Start of Block

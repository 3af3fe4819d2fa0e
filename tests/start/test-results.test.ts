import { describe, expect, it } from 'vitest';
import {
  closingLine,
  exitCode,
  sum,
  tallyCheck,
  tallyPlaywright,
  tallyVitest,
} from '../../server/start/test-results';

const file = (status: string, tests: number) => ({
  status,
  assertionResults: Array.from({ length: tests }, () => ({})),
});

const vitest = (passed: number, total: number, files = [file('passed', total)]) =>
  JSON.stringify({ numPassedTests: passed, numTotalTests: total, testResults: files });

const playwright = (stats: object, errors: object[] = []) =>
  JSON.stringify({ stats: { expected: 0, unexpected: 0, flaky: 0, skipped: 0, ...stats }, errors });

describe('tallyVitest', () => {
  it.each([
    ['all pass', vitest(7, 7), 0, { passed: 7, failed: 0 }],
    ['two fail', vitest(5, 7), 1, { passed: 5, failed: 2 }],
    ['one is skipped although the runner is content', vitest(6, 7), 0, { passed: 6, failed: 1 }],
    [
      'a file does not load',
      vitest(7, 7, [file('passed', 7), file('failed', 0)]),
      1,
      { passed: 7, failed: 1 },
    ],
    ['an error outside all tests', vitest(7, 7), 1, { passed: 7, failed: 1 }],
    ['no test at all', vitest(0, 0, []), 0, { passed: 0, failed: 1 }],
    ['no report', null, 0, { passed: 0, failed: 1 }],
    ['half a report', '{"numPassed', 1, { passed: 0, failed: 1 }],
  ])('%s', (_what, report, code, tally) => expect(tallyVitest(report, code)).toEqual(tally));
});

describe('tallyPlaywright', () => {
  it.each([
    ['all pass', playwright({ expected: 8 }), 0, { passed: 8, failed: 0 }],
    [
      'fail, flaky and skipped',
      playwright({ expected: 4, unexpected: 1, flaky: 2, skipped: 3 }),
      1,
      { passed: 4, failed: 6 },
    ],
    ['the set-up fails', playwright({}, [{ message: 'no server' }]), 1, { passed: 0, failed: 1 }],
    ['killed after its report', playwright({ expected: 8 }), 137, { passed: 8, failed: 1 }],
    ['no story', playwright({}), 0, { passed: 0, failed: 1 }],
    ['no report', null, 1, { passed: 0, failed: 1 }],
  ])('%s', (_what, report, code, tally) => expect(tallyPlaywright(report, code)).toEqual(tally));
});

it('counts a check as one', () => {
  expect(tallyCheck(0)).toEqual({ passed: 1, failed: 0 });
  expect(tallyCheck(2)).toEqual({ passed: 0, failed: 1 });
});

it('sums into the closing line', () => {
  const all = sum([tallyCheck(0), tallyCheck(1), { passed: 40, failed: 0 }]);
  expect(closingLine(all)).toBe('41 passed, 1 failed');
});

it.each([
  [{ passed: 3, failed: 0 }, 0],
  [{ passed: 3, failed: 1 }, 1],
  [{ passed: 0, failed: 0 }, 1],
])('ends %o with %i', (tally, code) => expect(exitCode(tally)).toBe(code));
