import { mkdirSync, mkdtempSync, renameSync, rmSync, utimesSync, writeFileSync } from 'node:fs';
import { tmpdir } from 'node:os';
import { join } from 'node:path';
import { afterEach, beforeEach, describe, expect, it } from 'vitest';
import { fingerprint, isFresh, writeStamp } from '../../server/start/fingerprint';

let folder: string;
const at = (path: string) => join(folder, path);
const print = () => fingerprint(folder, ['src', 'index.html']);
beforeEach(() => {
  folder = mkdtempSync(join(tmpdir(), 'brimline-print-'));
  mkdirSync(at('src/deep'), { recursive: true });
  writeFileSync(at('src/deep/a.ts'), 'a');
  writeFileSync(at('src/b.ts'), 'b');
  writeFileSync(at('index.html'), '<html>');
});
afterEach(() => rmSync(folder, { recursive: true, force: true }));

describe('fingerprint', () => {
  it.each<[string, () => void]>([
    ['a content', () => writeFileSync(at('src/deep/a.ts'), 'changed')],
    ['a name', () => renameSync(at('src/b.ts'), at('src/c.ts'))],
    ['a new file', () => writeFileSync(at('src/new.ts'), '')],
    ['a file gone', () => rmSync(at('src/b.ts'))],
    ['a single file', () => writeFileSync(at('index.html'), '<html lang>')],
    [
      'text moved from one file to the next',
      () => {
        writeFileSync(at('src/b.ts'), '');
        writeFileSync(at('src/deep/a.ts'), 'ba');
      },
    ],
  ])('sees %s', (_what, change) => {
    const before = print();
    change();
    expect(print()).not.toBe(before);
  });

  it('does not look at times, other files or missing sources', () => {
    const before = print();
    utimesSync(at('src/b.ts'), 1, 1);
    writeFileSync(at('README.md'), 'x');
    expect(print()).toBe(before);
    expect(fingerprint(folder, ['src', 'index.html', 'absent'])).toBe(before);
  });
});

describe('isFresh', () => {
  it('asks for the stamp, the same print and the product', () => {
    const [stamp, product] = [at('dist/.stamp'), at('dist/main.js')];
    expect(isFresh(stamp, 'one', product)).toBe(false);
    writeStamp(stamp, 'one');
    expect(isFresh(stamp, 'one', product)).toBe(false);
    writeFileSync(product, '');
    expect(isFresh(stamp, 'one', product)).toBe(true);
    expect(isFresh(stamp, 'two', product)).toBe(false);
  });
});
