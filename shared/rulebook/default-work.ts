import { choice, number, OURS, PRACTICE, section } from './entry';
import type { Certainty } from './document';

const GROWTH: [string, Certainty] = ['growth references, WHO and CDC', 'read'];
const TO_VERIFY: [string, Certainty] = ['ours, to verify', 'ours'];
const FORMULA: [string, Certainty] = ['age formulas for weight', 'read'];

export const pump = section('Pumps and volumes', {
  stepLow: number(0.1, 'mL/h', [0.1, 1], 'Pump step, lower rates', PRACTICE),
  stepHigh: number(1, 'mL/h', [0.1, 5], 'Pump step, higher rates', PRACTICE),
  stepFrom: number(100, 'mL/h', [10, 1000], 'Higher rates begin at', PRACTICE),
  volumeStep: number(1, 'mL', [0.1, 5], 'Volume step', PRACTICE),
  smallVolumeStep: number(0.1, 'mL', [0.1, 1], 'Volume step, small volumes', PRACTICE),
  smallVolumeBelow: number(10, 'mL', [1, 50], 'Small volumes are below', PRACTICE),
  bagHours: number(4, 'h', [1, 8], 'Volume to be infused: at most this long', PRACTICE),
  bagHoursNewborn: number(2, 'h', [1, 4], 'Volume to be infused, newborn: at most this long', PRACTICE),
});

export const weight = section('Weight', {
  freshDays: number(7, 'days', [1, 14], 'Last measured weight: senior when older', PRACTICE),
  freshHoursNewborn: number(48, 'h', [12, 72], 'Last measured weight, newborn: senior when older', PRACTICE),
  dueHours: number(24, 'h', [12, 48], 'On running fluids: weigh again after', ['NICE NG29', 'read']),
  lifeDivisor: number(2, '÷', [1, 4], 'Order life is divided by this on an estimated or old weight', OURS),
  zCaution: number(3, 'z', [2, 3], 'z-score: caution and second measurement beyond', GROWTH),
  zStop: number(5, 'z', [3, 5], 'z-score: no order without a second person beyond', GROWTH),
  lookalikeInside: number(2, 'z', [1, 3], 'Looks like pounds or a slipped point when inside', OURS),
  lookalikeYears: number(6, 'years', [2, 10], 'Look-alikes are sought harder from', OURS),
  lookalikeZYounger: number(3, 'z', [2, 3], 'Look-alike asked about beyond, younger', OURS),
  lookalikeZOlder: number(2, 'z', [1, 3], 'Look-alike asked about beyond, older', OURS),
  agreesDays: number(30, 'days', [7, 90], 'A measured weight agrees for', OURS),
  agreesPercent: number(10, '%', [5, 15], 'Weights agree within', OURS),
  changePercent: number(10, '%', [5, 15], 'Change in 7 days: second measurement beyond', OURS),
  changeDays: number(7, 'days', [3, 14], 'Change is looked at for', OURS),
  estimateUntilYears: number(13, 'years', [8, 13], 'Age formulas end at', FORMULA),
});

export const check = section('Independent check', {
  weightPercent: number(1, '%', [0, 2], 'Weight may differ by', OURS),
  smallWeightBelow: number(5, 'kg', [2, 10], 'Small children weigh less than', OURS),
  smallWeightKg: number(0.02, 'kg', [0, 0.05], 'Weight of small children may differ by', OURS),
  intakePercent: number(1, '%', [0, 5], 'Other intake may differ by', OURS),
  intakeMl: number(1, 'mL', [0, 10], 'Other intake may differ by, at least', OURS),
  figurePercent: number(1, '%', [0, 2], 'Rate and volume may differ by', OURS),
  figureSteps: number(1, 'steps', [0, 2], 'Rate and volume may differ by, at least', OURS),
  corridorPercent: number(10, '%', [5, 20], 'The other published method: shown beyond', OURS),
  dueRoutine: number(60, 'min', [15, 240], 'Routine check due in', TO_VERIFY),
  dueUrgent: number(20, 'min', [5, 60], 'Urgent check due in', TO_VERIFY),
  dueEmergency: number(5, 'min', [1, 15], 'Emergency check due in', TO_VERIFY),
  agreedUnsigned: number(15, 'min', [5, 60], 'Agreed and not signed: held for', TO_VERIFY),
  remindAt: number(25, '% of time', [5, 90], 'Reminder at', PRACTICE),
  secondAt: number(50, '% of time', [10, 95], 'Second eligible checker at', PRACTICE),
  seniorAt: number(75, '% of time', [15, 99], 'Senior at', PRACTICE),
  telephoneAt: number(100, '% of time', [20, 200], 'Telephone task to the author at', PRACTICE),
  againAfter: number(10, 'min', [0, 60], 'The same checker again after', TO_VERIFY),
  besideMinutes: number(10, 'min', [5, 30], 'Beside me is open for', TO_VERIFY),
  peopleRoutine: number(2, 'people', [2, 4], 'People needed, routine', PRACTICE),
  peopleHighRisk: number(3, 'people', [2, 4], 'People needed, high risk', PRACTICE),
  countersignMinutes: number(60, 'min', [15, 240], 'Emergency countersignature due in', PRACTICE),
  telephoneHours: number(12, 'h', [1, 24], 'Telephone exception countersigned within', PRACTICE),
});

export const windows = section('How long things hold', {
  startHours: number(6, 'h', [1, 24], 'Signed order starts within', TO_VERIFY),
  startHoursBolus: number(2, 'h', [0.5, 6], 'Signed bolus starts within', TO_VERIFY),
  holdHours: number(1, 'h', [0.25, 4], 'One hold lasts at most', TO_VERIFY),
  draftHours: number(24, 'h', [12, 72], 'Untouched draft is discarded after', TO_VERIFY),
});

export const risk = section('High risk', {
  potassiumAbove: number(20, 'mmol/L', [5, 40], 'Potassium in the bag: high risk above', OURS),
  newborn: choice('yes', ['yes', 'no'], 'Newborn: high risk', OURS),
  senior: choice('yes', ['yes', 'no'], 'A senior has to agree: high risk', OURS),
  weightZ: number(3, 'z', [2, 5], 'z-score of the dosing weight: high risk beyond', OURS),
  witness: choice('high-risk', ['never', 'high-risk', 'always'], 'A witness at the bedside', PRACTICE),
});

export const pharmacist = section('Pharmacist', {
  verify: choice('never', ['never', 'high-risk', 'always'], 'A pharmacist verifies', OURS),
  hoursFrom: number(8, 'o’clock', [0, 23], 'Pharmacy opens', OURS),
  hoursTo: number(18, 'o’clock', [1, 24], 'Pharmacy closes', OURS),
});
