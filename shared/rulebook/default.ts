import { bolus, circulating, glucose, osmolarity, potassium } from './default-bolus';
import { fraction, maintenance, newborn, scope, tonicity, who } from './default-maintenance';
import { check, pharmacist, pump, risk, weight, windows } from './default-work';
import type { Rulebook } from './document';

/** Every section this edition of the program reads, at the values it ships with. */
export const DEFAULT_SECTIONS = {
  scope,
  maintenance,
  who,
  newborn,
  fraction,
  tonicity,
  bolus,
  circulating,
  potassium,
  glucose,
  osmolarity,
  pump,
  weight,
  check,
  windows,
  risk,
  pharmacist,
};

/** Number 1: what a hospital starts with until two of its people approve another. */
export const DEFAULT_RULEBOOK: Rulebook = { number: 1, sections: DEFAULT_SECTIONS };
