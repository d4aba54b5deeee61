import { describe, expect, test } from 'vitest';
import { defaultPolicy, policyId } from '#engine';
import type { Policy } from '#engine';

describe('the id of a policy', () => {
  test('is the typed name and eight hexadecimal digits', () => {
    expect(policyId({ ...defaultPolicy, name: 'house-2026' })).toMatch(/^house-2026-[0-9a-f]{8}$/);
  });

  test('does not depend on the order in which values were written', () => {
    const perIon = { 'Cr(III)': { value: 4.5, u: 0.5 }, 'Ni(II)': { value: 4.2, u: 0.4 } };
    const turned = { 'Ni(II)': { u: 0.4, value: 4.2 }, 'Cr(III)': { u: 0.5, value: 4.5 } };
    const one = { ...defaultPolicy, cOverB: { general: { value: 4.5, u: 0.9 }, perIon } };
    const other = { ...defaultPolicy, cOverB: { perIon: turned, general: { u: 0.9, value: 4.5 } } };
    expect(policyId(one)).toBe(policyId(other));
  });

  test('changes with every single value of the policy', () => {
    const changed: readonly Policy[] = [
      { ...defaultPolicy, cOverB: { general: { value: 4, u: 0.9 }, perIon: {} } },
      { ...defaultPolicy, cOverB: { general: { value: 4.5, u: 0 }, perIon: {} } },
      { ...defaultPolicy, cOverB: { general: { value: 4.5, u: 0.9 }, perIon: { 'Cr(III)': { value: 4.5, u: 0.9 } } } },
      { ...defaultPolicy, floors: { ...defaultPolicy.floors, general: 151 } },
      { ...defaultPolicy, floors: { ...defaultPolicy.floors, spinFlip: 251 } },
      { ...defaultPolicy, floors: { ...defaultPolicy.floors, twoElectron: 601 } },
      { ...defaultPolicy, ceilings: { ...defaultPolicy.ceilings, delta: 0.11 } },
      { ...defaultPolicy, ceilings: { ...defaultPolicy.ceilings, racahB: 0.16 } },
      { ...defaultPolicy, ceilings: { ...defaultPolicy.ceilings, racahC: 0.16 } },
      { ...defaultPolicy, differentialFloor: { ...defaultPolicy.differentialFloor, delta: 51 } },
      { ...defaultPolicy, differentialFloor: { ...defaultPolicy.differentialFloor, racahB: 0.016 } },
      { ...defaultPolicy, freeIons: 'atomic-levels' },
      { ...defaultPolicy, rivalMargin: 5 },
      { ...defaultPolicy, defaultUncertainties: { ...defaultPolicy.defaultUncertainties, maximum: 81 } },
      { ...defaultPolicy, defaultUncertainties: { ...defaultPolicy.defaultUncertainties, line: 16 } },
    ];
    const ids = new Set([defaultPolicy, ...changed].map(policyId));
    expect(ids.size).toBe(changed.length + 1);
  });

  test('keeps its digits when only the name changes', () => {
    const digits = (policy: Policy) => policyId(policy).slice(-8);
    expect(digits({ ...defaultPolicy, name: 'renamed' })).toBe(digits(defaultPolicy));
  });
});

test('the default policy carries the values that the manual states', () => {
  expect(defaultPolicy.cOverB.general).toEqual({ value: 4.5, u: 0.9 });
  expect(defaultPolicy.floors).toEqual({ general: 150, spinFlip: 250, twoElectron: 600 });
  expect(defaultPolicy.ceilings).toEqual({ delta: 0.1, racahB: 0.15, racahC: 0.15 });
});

End of Block

* _Aim of the exercise_
Take the stretch of lines above from the one containing "OURS, PRACTICE, section" through the one containing "agreesDays: number(30, 'days', [7, 90], 'A" and repeat it exactly, adding no other line.

* _Result of the task_
import { choice, number, OURS, PRACTICE, section } from './entry';
import type { Certainty } from './document';

const GROWTH: [string, Certainty] = ['growth references, WHO and CDC', 'read'];
const TO_VERIFY: [string, Certainty] = ['ours, to verify', 'ours'];
const FORMULA: [string, Certainty] = ['age formulas for weight', 'read'];

export const pump = section('Pumps and volumes', {
  stepLow: number(0.1, 'mL/h', [0.1, 1], 'Pump step, lower rates', PRACTICE),
  stepHigh: number(1, 'mL/h', [0.1, 5], 'Pump step, higher rates', PRACTICE),
  stepFrom: number(100, 'mL/h', [10, 1000], 'Higher rates begin at', PRACTICE),
  volumeStep: number(1, 'mL', [0.1, 5], 'Volume step', PRACTICE),
  smallVolumeStep: number(0.1, 'mL', [0.1, 1], 'Volume step, small volumes', PRACTICE),
  smallVolumeBelow: number(10, 'mL', [1, 50], 'Small volumes are below', PRACTICE),
  bagHours: number(4, 'h', [1, 8], 'Volume to be infused: at most this long', PRACTICE),
  bagHoursNewborn: number(2, 'h', [1, 4], 'Volume to be infused, newborn: at most this long', PRACTICE),
});

export const weight = section('Weight', {
  freshDays: number(7, 'days', [1, 14], 'Last measured weight: senior when older', PRACTICE),
  freshHoursNewborn: number(48, 'h', [12, 72], 'Last measured weight, newborn: senior when older', PRACTICE),
  dueHours: number(24, 'h', [12, 48], 'On running fluids: weigh again after', ['NICE NG29', 'read']),
  lifeDivisor: number(2, '÷', [1, 4], 'Order life is divided by this on an estimated or old weight', OURS),
  zCaution: number(3, 'z', [2, 3], 'z-score: caution and second measurement beyond', GROWTH),
  zStop: number(5, 'z', [3, 5], 'z-score: no order without a second person beyond', GROWTH),
  lookalikeInside: number(2, 'z', [1, 3], 'Looks like pounds or a slipped point when inside', OURS),
  lookalikeYears: number(6, 'years', [2, 10], 'Look-alikes are sought harder from', OURS),
  lookalikeZYounger: number(3, 'z', [2, 3], 'Look-alike asked about beyond, younger', OURS),
  lookalikeZOlder: number(2, 'z', [1, 3], 'Look-alike asked about beyond, older', OURS),
  agreesDays: number(30, 'days', [7, 90], 'A measured weight agrees for', OURS),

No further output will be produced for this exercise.